Gagarin was chosen from an initial batch of 20 candidates who began to report to their training camp in March 1960. Six were chosen from this group to train intensively for the first manned flight into outer space. They were: Yuri Gagarin, German Titov, Gregori Nelyubov, Andrian Nikolaev, Pavel Popovich and Valeri Bykovski.

The small group was chosen after the Vostok simulator had been built on the understanding that it would be too time-consuming to train all the candidates in the group. The simulator instructor was test pilot Mark Gallei.

Gagarin was the first to volunteer to try out the spherical Vostok capsule. By all accounts, Gagarin was the overwhelming choice of the group of candidates to make the first flight, in a poll, only three other names were suggested by the cosmonauts as candidates for the first mission.

The Vostok spacecraft made several flights before the first manned launch, with a mixture of success and failure.

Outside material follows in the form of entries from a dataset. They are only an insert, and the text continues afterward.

"""Flicker-noise coefficients of table technologies, measured by ngspice noise analysis of single devices.

For each length of a device's table and a few gm/ID levels, one device biased at VDS = 0.9 V drives a
noiseless 1 Ohm sense resistor; the input-referred gate noise at 1 Hz (where flicker dominates by orders
of magnitude) gives K = S_vg(1 Hz) * W * L, in V^2 m^2. The model then uses S_id * f = K gm^2 / (W L).
The run at 10 Hz gives the frequency exponent, kept as provenance (the model assumes 1/f).
"""

from __future__ import annotations

import json
import tempfile
from pathlib import Path

import numpy as np

from ampfront.topologies.process.tables import DeviceTable

from ampfront.optimize.simulator.characterize import CharacterizeError, _run
from ampfront.topologies.process.libraries import ModelLibrary

FORMAT = "ampfront-flicker/1"
# Up to weak inversion: K falls there (BSIM4's flicker is not a constant input-referred density), and designs
# bias low-noise pairs at gm/ID 25 and beyond; a grid stopping at 20 read their 1/f noise 15-18 % high in
# ngspice. Short lengths cannot reach the top level; see `measure`.
GM_ID_LEVELS = (5.0, 10.0, 15.0, 20.0, 25.0)
FINGERS = 4          # 4 x 1 um: wide enough that narrow-width effects match what designs draw
VDS = 0.9


def _deck(lib: ModelLibrary, device: str, polarity: str, l_um: float, width_um: float, vgs, temp: float) -> str:
    s = -1.0 if polarity == "p" else 1.0
    lines = ["* ampfront flicker extraction", *lib.preamble(), f".temp {temp:g}",
             f"Vdd top 0 {s * VDS:g}", "Rsense top d 1 noisy=0", "Vg g 0 dc 0 ac 1",
             f"Xm1 d g 0 0 {device} W={width_um:g} L={l_um:g} nf=1 m={FINGERS}", ".control"]
    for k, v in enumerate(vgs):
        lines += [f"alter Vg dc = {s * v:.6g}", "noise v(d) Vg dec 1 1 10", "setplot noise1" if k == 0 else
                  f"setplot noise{1 + 2 * k}",
                  "let s1 = inoise_spectrum[0]", "let s10 = inoise_spectrum[1]",
                  f"echo flicker: {k} $&s1 $&s10", "setplot const"]
    lines += ["quit 0", ".endc", ".end", ""]
    return "\n".join(lines)


def measure(lib: ModelLibrary, table: DeviceTable, temp: float) -> dict:
    """K (V^2 m^2) on the table's lengths x GM_ID_LEVELS, and the frequency exponent between 1 and 10 Hz."""
    device, polarity = table.meta["device"], table.meta["polarity"]
    width_um = float(table.meta["grid"]["width_um"])
    k_grid = np.full((len(table.l), len(GM_ID_LEVELS)), np.nan)
    slope = np.full_like(k_grid, np.nan)
    measured = np.zeros(k_grid.shape, bool)
    for i, l in enumerate(table.l):
        vgs = table.solve_vgs("gmid", np.full(len(GM_ID_LEVELS), l), np.log(GM_ID_LEVELS), VDS, 0.0, from_top=True)
        reached = np.isfinite(vgs)
        # A length may fall short of the top levels (a short pMOS never reaches gm/ID 25); a gap below a
        # reached level, or too few levels, would be simulated as garbage: say so instead.
        if reached.sum() < 2 or not reached[:reached.sum()].all():
            raise CharacterizeError(f"{device} L = {l * 1e6:g} um: the table reaches no bias for gm/ID "
                                    f"{', '.join(f'{g:g}' for g, r in zip(GM_ID_LEVELS, reached) if not r)}")
        with tempfile.TemporaryDirectory(prefix="ampfront-flicker-") as tmp:
            out = _run(_deck(lib, device, polarity, l * 1e6, width_um, vgs[reached], temp), Path(tmp), "flicker",
                       lib, f"{device} flicker at L = {l * 1e6:g} um")
        for line in out.splitlines():
            parts = line.split()
            if line.startswith("flicker:") and len(parts) == 4:
                j, s1, s10 = int(parts[1]), float(parts[2]), float(parts[3])
                area = FINGERS * width_um * 1e-6 * l
                k_grid[i, j] = s1**2 * area
                slope[i, j] = 2 * np.log10(s1 / s10)
        # Levels the length cannot reach keep its highest measured value: the model clips gm/ID there too.
        top = int(reached.sum()) - 1
        k_grid[i, top + 1:], slope[i, top + 1:] = k_grid[i, top], slope[i, top]
        measured[i] = reached
    return {"l_um": (table.l * 1e6).round(6).tolist(), "gm_id": list(GM_ID_LEVELS),
            "k_v2m2": k_grid.tolist(), "exponent": np.round(slope, 3).tolist(), "measured": measured.tolist()}


def write(lib: ModelLibrary, tables: dict[str, DeviceTable], corner: str, temp: float, out: Path,
          provenance: dict) -> Path:
    """Measure both polarities and write one JSON file (staged, then moved into place)."""
    data = {"format": FORMAT, "corner": corner, "temperature_c": temp, "vds_v": VDS, "fingers": FINGERS,
            "method": "ngspice noise analysis, input-referred gate noise at 1 Hz; exponent from 1 and 10 Hz",
            "model": {"name": lib.name, "version": lib.version}, **provenance}
    for polarity, table in tables.items():
        data[polarity] = {"device": table.meta["device"], **measure(lib, table, temp)}
    out.parent.mkdir(parents=True, exist_ok=True)
    tmp = out.with_name(f".{out.name}.tmp")
    tmp.write_text(json.dumps(data, indent=1) + "\n")
    tmp.replace(out)
    return out
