"""check.csv: every judged figure of every verified design, one row each, written as results arrive.

Each task's rows go out in one write and are flushed to disk, so a check killed at any moment leaves a
valid CSV (a torn last line, the only damage a kill can do, is dropped when the file is next read). A
rerun keeps the rows of tasks that finished (agreeing or not) and runs the rest again: tasks that failed,
and any whose netlist text changed (a task is its design, testbench, corner and netlist hash).
"""

from __future__ import annotations

import csv
import io
import math
import os
import tempfile
from collections import defaultdict
from pathlib import Path

from ampfront.optimize.simulator.verdict import AGREES, DISAGREES, FIGURES, OPTIONAL
from ampfront.topologies.errors import InputError

NAME = "check.csv"
COLUMNS = ("design", "corner", "metric", "model", "simulated", "error", "bound", "status", "topology",
           "testbench", "netlist_sha256", "spec", "spec_bound", "model_margin", "simulated_margin",
           "meets_spec", "reason")
NUMBERS = ("model", "simulated", "error", "bound", "spec_bound", "model_margin", "simulated_margin")


def task_key(row: dict) -> str:
    return f"{row['design']}:{row['testbench']}:{row['corner']}:{row['netlist_sha256']}"


def _text(value) -> str:
    if isinstance(value, float):
        return "" if math.isnan(value) else repr(value)
    return str(value)


def _lines(rows: list[dict]) -> str:
    buffer = io.StringIO()
    writer = csv.writer(buffer, lineterminator="\n")
    for row in rows:
        writer.writerow([_text(row.get(c, "")) for c in COLUMNS])
    return buffer.getvalue()


def read(path: Path) -> list[dict]:
    """The finished rows of an earlier check; a file that is not one is refused, never overwritten."""
    try:
        text = path.read_text(encoding="utf-8")
    except FileNotFoundError:
        return []
    except (OSError, UnicodeDecodeError):
        raise InputError(str(path), "(file)", "the table 'ampfront check' writes (or --fresh to start anew)")
    if not text.endswith("\n"):
        text = text[:text.rfind("\n") + 1]   # a write torn by a kill
    reader = csv.reader(io.StringIO(text))
    header = next(reader, None)
    if header is None:
        return []
    if tuple(header) != COLUMNS:
        raise InputError(str(path), "(header)", "the table 'ampfront check' writes (or --fresh to start anew)")
    rows = []
    for fields in reader:
        if len(fields) != len(COLUMNS):
            raise InputError(str(path), f"line {reader.line_num}", f"{len(COLUMNS)} fields (or --fresh)")
        row = dict(zip(COLUMNS, fields))
        try:
            row.update({c: float(row[c]) if row[c] else math.nan for c in NUMBERS})
        except ValueError:
            raise InputError(str(path), f"line {reader.line_num}", "numbers in the number columns (or --fresh)")
        rows.append(row)
    return rows


def finished(rows: list[dict]) -> dict[str, list[dict]]:
    """Rows by task, for tasks that ran to a verdict on every figure their testbench judges."""
    by_task: dict[str, list[dict]] = defaultdict(list)
    for row in rows:
        by_task[task_key(row)].append(row)
    done = {}
    for key, group in by_task.items():
        figures = FIGURES.get(group[0]["testbench"], ())
        metrics = sorted(r["metric"] for r in group)
        if (metrics in (sorted(figures), sorted(set(figures) - OPTIONAL))
                and all(r["status"] in (AGREES, DISAGREES) for r in group)):
            done[key] = group
    return done


class Ledger:
    """check.csv opened for a run: earlier finished tasks kept, everything else to be appended."""

    def __init__(self, folder: Path, fresh: bool = False):
        self.path = folder / NAME
        self.done = {} if fresh else finished(read(self.path))
        kept = [row for group in self.done.values() for row in group]
        # Rewritten whole, then swapped in: a kill during the rewrite leaves the old file.
        handle, temporary = tempfile.mkstemp(prefix=f".{NAME}.", dir=folder)
        try:
            with os.fdopen(handle, "w", encoding="utf-8", newline="") as out:
                out.write(",".join(COLUMNS) + "\n" + _lines(kept))
            os.replace(temporary, self.path)
        except BaseException:
            Path(temporary).unlink(missing_ok=True)
            raise
        self._file = open(self.path, "a", encoding="utf-8", newline="")

    def append(self, rows: list[dict]) -> None:
        self._file.write(_lines(rows))
        self._file.flush()
        os.fsync(self._file.fileno())

    def close(self) -> None:
        self._file.close()

    def __enter__(self):
        return self

    def __exit__(self, *exc):
        self.close()
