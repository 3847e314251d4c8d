"""What `ampfront check` prints: per design every judged figure, model beside simulation, the ones that
disagree marked, and the study's spec held to both; then one summary line and the exit status.
"""

from __future__ import annotations

import math

import pandas as pd

from ampfront.optimize.simulator.verdict import AGREES, DISAGREES
from ampfront.topologies.catalog import AGREEMENT, METRICS

MARK = {AGREES: "  ", DISAGREES: "XX"}


def _value(metric: str, value) -> str:
    return METRICS[metric].format(value) if isinstance(value, float) and math.isfinite(value) else "-"


def _error(row) -> str:
    if not math.isfinite(row["error"]):
        return ""
    if row["testbench"] == "swing":
        return f"model claims {row['error'] * 1e3:+.0f} mV (slack {row['bound'] * 1e3:.0f} mV)"
    mode = AGREEMENT[row["metric"]]
    if next(iter(mode.values()))[0] == "rel":
        return f"off {row['error']:.1%} (bound {row['bound']:.0%})"
    unit = METRICS[row["metric"]].display_unit or METRICS[row["metric"]].unit
    return f"off {row['error']:.2g} {unit} (bound {row['bound']:g})"


def _spec(row) -> str:
    if not row.get("spec"):
        return ""
    sim = row["simulated_margin"]
    return (f"spec {row['spec']} {_value(row['metric'], row['spec_bound'])}: margin model "
            f"{_value(row['metric'], row['model_margin'])}, simulated {_value(row['metric'], sim)}"
            + ("" if not math.isfinite(sim) or sim >= 0 else "  MISSES SPEC"))


def _meets(group: pd.DataFrame) -> str:
    judged = group[group["meets_spec"].isin(["yes", "no"])]
    if judged.empty:
        return "meets spec in simulation: not judged"
    missed = judged[judged["meets_spec"] == "no"]["spec"].tolist()
    return "meets spec in simulation: yes" if not missed else f"meets spec in simulation: NO ({', '.join(missed)})"


def lines(result) -> list[str]:
    out = []
    rows = result.rows.fillna({"spec": "", "meets_spec": "", "reason": ""})
    for (design, _), group in rows.groupby(["design", "corner"], sort=False):
        bad = group[group["status"] != AGREES]
        verdict = "agrees [ok]" if bad.empty else f"DISAGREES [{len(bad)} of {len(group)} figures]"
        out.append(f"{design} ({group['topology'].iloc[0]}, {group['corner'].iloc[0]}): {verdict} · {_meets(group)}")
        for _, r in group.iterrows():
            label = METRICS[r["metric"]].label
            if r["status"] in MARK:
                out.append(f"  {MARK[r['status']]} {label:<24} model {_value(r['metric'], r['model']):>13}   "
                           f"ngspice {_value(r['metric'], r['simulated']):>13}   {_error(r):<34} {_spec(r)}".rstrip())
            else:
                out.append(f"  -- {label:<24} model {_value(r['metric'], r['model']):>13}   "
                           f"{r['testbench']} {r['status']}: {r['reason']}")
    return out


def summary(result) -> tuple[str, int]:
    """The closing line and the exit status: 1 when any figure disagrees or failed, or nothing ran."""
    rows = result.rows
    if rows.empty:
        return "nothing could be verified", 1
    by_design = rows.groupby("design", sort=False)["status"]
    agree = int(by_design.apply(lambda s: (s == AGREES).all()).sum())
    failures = rows[~rows["status"].isin([AGREES, DISAGREES])]
    failed_designs = failures["design"].nunique()
    disagree = int(by_design.ngroups - agree - failed_designs)
    kinds = ", ".join(f"{k}: {n}" for k, n in failures.drop_duplicates(["design", "testbench"])["status"]
                      .value_counts().items())
    missed = rows[rows["meets_spec"] == "no"]["design"].nunique()
    text = (f"{by_design.ngroups} designs: {agree} agree, {disagree} disagree, {failed_designs} not simulated"
            f"{f' ({kinds})' if kinds else ''}; {missed} miss the spec in simulation. "
            f"{result.ran} testbenches run, {result.reused} taken from an earlier check -> {result.path}")
    return text, 0 if agree == by_design.ngroups else 1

The first Vostok spacecraft launched on May 15, 1960, had no thermal coating; no parachute system and no ejection seat mechanism. It was launched to test flight control systems and was not intended for return to Earth. However, the spacecraft’s infrared sensor failed and the spacecraft was oriented with its braking nozzles downwards. The braking system, when it was activated, fired the spacecraft into a higher orbit.

The second Vostok, launched August 19, 1960, landed safely with the first live specimens flown into space and returned to Earth. These were two dogs – Belka (who vomited on the fourth orbit) and Strelka, two rats, 28 mice and a swarm of pomace flies.

The third mission, launched on December 1, 1960, failed to return safely to Earth when the braking system malfunctioned and the craft burned up in the atmosphere. The test animal aboard became the first to die during reentry from a space mission.

Three weeks late a Vostok was involved in a launch failure. The descent section of the craft was safely separated and the animals aboard survived.

The next launch was on March 9, 1961. The craft carried a dog, Chernushka, and an anthropometric mannequin which held cages with rats, mice and tissue and microorganism samples attached to its chest, stomach and legs. The flight lasted 115 minutes.